TASK INSTRUCTIONS »
In how many lines of the listing below does "where" appear? Give only the figure.

RECORDS TO PROCESS »
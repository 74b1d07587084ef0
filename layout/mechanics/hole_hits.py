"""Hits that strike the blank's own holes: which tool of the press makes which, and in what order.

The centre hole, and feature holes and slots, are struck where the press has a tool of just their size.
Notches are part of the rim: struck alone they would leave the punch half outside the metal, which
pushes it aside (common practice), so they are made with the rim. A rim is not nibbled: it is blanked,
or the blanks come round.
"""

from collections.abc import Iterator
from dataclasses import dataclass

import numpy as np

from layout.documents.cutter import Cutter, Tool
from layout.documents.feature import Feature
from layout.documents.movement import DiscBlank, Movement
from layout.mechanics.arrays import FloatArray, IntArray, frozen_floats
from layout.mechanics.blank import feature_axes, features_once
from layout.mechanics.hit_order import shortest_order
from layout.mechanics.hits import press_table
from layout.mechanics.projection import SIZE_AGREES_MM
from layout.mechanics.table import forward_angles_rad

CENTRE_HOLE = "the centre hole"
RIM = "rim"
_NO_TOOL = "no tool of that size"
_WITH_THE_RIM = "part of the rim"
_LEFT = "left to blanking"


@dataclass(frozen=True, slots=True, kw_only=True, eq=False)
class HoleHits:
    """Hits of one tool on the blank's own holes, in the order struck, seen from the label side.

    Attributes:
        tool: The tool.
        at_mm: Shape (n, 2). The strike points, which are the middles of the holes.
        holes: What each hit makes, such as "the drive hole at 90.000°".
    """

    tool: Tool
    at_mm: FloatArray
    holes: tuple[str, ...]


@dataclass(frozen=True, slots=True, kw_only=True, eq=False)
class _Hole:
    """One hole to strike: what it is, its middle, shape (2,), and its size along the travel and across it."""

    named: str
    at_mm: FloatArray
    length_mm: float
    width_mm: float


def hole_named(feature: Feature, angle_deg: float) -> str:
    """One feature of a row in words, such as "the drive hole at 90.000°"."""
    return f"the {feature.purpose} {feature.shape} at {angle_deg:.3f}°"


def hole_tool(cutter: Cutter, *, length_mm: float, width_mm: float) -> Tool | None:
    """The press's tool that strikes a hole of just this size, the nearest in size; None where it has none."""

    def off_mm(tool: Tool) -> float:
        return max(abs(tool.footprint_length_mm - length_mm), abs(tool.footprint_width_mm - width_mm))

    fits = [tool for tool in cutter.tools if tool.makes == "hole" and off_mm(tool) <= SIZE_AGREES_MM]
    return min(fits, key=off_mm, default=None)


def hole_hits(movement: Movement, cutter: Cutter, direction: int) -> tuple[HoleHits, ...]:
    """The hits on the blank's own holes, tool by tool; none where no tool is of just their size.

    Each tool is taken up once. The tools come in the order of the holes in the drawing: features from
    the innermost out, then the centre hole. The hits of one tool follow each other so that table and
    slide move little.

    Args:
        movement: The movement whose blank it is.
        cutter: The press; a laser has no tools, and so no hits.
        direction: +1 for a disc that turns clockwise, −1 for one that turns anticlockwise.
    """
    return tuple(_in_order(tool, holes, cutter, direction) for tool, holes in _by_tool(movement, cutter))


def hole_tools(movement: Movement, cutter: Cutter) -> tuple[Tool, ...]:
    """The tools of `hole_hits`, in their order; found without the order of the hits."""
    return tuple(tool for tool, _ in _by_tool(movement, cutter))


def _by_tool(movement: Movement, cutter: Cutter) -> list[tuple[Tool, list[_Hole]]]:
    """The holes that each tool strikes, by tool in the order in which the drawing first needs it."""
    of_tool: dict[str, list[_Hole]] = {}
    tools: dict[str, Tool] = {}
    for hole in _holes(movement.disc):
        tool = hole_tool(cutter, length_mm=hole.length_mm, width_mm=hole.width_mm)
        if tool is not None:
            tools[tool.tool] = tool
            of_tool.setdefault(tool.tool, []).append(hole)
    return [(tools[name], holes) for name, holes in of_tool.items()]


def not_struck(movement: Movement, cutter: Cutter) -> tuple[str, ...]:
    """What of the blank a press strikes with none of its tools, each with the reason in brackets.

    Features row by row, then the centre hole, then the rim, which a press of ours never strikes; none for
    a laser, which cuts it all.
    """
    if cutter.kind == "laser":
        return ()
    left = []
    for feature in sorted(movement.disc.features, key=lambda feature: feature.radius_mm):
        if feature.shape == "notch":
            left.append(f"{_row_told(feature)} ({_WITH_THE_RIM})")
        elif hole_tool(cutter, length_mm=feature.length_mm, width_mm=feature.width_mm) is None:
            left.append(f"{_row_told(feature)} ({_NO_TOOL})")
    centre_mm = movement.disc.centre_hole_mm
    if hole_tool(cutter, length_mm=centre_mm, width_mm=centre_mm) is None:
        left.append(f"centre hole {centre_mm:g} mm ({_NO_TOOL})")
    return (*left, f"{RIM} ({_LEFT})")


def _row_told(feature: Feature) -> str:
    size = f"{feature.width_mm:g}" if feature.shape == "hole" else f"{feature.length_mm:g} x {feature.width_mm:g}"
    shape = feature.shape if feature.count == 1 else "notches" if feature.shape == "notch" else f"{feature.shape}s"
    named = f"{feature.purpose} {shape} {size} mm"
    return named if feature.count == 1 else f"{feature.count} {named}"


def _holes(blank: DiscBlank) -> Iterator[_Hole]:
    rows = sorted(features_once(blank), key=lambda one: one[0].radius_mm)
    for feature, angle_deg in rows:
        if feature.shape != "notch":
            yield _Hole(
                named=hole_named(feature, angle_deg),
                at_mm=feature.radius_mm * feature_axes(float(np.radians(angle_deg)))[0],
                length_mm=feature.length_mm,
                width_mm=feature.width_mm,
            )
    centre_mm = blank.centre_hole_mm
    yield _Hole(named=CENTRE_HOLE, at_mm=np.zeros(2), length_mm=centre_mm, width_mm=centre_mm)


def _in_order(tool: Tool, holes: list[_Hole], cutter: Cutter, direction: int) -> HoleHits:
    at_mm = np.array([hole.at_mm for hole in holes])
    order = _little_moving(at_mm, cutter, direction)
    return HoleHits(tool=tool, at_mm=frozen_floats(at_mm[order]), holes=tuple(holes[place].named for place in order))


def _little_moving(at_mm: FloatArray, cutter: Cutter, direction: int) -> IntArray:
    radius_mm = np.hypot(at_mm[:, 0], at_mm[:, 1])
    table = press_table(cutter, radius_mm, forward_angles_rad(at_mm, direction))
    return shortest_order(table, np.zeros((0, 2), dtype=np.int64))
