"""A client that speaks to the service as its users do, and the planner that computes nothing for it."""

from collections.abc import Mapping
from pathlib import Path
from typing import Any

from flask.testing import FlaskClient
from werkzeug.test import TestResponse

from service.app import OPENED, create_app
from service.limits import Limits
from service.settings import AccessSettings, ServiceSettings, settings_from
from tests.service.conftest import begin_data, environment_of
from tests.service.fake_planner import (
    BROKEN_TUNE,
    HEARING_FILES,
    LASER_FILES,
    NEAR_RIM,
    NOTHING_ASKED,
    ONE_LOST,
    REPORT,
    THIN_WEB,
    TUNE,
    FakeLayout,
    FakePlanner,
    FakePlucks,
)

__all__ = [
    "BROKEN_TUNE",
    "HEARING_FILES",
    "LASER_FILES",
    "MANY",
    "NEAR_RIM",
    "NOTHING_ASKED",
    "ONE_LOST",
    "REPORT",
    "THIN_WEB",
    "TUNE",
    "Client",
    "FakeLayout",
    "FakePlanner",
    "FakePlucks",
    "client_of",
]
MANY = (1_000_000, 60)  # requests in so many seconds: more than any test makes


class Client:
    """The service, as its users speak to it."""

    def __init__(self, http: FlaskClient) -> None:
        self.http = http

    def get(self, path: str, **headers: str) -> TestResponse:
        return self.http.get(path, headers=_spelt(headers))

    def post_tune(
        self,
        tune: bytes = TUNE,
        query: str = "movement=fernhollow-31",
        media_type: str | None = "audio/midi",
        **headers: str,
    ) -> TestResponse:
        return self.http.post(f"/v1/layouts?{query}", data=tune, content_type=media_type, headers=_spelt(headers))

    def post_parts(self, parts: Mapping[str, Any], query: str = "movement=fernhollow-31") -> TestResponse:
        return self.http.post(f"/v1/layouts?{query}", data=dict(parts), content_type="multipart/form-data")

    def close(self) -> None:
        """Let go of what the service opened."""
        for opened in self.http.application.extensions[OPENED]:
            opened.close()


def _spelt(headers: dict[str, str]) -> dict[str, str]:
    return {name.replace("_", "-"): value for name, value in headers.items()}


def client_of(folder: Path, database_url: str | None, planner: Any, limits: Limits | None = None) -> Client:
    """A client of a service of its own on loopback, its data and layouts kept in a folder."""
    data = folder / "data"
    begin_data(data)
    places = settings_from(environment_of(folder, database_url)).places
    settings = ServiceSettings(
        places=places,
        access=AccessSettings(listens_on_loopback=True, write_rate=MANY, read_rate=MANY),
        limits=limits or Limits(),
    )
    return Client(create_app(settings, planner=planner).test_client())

ANSWER TO THE PROBLEM »
3